BEGIN

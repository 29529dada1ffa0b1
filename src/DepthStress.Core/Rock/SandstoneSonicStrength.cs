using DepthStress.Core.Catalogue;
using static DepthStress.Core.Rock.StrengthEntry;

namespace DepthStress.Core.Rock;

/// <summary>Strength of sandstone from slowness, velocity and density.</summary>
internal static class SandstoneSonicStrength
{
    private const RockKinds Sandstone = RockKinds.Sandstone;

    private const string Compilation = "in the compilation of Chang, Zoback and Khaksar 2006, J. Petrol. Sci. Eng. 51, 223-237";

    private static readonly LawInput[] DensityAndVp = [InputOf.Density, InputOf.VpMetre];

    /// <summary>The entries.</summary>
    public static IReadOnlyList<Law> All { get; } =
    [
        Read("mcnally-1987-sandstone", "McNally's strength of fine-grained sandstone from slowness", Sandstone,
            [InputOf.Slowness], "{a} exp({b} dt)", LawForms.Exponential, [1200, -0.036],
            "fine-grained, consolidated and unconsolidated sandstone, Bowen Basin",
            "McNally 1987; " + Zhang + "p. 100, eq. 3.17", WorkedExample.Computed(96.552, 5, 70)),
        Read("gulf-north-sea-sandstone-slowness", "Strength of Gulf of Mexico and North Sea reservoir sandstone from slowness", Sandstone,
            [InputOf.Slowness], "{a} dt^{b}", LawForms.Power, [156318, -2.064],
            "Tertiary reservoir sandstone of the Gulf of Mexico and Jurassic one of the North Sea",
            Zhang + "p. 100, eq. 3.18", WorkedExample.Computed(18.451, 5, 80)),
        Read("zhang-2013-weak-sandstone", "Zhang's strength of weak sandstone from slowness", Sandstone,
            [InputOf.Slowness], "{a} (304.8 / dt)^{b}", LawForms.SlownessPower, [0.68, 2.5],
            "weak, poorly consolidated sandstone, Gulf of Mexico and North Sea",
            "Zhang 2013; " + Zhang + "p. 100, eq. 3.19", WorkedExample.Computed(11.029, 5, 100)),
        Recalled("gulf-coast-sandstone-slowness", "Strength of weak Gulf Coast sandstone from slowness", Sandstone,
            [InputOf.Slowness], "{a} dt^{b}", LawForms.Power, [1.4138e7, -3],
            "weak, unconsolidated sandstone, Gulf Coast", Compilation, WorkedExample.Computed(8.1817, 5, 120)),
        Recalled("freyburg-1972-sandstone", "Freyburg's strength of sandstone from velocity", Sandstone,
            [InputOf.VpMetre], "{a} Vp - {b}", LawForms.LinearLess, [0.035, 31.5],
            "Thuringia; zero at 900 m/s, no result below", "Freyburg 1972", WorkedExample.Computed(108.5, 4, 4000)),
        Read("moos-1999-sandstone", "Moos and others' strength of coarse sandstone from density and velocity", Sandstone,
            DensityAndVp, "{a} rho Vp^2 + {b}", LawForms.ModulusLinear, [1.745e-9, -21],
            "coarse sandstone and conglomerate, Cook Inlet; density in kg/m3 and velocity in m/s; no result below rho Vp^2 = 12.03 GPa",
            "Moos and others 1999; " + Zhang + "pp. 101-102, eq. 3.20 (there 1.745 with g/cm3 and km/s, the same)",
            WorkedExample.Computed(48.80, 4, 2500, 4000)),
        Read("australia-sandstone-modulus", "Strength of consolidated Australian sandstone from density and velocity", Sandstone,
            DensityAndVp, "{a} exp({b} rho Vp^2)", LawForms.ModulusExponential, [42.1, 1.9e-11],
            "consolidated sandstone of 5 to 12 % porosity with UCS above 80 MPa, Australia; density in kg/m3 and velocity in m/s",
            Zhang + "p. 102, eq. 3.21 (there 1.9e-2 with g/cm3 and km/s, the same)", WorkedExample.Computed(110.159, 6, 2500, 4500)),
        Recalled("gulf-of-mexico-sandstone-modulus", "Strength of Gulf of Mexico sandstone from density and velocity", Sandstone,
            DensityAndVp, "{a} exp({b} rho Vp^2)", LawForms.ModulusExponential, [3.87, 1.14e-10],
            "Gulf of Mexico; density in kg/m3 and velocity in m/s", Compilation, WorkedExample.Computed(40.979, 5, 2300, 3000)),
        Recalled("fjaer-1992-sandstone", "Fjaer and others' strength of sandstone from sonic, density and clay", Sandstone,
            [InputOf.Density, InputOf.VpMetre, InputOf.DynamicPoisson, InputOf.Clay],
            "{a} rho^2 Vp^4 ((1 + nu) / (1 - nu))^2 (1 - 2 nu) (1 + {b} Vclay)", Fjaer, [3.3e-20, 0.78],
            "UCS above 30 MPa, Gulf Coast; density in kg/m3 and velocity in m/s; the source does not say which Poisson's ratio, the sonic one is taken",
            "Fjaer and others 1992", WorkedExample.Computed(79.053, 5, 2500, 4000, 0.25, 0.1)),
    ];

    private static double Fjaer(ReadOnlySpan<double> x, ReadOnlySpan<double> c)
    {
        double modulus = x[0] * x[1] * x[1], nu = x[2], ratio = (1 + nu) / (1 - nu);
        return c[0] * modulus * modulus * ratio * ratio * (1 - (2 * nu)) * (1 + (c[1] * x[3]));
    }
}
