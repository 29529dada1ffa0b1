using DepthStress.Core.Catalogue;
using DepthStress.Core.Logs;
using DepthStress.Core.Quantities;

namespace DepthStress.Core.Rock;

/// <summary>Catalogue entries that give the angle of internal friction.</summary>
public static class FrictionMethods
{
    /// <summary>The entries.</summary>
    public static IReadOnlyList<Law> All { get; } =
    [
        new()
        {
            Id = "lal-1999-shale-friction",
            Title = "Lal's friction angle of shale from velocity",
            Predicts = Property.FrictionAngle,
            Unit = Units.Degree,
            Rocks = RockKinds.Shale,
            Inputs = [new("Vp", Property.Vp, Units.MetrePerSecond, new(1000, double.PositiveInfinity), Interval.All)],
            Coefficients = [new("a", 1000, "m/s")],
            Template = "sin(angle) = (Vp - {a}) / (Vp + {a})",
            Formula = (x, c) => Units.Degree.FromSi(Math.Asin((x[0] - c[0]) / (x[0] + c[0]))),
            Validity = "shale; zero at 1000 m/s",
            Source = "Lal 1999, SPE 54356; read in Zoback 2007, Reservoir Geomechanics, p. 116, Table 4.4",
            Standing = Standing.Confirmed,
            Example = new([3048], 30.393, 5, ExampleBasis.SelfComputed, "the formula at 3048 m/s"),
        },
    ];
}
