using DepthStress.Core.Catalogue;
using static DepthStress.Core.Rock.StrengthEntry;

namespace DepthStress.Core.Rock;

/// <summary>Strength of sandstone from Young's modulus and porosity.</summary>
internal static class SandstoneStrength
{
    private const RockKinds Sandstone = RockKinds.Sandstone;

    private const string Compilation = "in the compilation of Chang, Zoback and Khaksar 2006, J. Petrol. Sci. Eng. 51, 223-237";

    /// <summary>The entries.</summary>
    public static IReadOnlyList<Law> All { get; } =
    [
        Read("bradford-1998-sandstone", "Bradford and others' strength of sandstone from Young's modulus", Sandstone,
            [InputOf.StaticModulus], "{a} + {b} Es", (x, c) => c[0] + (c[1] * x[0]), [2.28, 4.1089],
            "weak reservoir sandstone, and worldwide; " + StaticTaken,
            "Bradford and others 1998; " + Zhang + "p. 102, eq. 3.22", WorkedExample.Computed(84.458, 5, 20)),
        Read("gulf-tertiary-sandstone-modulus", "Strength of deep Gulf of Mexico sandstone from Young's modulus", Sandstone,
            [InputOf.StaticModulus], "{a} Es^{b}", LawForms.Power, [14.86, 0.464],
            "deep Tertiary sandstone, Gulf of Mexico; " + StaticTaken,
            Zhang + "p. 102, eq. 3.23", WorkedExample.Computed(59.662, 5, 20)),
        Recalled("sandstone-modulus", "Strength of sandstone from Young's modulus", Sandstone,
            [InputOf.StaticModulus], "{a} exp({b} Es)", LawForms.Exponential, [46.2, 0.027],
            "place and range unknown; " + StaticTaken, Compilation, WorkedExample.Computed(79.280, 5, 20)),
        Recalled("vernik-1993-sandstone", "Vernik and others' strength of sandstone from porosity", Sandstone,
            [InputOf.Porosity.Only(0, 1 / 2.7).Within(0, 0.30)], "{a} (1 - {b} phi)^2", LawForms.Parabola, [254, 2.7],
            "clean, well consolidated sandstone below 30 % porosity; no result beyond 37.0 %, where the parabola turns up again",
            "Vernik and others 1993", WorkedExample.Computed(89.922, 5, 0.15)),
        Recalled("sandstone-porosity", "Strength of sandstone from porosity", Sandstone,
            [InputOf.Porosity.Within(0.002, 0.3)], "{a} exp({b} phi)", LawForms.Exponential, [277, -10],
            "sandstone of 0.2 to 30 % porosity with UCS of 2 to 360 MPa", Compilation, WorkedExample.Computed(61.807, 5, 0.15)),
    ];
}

END

Aim of the exercise
Only one stretch of the data above is needed. Restate it word for word, from the line containing "reservoir sandstone of" through the line containing "of weak sandstone", both ends included.

Solution to this problem
            "Tertiary reservoir sandstone of the Gulf of Mexico and Jurassic one of the North Sea",
            Zhang + "p. 100, eq. 3.18", WorkedExample.Computed(18.451, 5, 80)),
        Read("zhang-2013-weak-sandstone", "Zhang's strength of weak sandstone from slowness", Sandstone,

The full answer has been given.